## Work request
Where does the string "estimate" appear? Copy every line of the entries below that holds it.

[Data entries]
════════
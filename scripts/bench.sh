#!/usr/bin/env bash
# Runs eqwatch's criterion benchmarks (benches/core.rs) and the Cantera yardstick
# (scripts/bench_cantera.py), then prints one summary table in microseconds.
#
#     bash scripts/bench.sh [extra arguments for bench_cantera.py, e.g. --repeats 100]
#
# The eqwatch figure is the middle value of criterion's `time: [low mid high]`
# line (its point estimate per iteration). The Cantera figures are medians of
# batch means and include the Python-call overhead. Full logs are kept under
# target/bench-logs/. Not a pass/fail test.
set -euo pipefail

cd "$(dirname "$0")/.."

python=.venv/bin/python
log_dir=target/bench-logs
mkdir -p "$log_dir"
rust_log=$log_dir/criterion.txt
cantera_log=$log_dir/cantera.txt

echo "== cargo bench --bench core (log: $rust_log)" >&2
# Colour codes would get in the way of parsing.
cargo bench --bench core -- --color never | tee "$rust_log"

echo "== $python scripts/bench_cantera.py (log: $cantera_log)" >&2
if [[ -x $python ]]; then
    "$python" scripts/bench_cantera.py "$@" | tee "$cantera_log"
else
    echo "no $python: Cantera timing skipped (see scripts/requirements.txt)" >&2
    : >"$cantera_log"
fi

# Converts criterion's "<number> <unit>" to microseconds.
to_us() {
    awk -v v="$1" -v u="$2" 'BEGIN {
        f = (u == "ps") ? 1e-6 : (u == "ns") ? 1e-3 : (u == "µs" || u == "us") ? 1 \
          : (u == "ms") ? 1e3 : (u == "s") ? 1e6 : -1
        if (f < 0) { print "?"; exit }
        printf "%.3f", v * f
    }'
}

# Criterion prints the benchmark id and its time line together when the id is short,
# or the id alone on one line and the time line under it when the id is long.
summary=()
last_id=
while IFS= read -r line; do
    if [[ $line =~ ^([A-Za-z0-9_]+/[A-Za-z0-9_]+)[[:space:]]*(time:.*)?$ ]]; then
        last_id=${BASH_REMATCH[1]}
    fi
    if [[ $line =~ time:[[:space:]]+\[([^]]+)\] ]]; then
        read -r _ _ mid mid_unit _ <<<"${BASH_REMATCH[1]}"
        summary+=("$(printf '%-40s %12s' "$last_id" "$(to_us "$mid" "$mid_unit")")")
    fi
done <"$rust_log"

cantera_value() {
    sed -n "s/^$1=//p" "$cantera_log"
}

echo
echo "== summary (microseconds per call)"
printf '%-40s %12s\n' "eqwatch (criterion estimate)" "us"
if ((${#summary[@]} == 0)); then
    echo "(no criterion results parsed; see $rust_log)"
else
    printf '%s\n' "${summary[@]}"
fi
printf '%-40s %12s\n' "Cantera (median, via Python)" "us"
printf '%-40s %12s   (compare k_of_t/species_data)\n' \
    "k_of_t (shift)" "$(cantera_value cantera_k_of_t_us)"
printf '%-40s %12s   (compare equilibrium/reformer_5_species)\n' \
    "equilibrate TP (reformer)" "$(cantera_value cantera_equilibrate_reformer_us)"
════════
## Exercise output
# line (its point estimate per iteration). The Cantera figures are medians of
printf '%-40s %12s\n' "eqwatch (criterion estimate)" "us"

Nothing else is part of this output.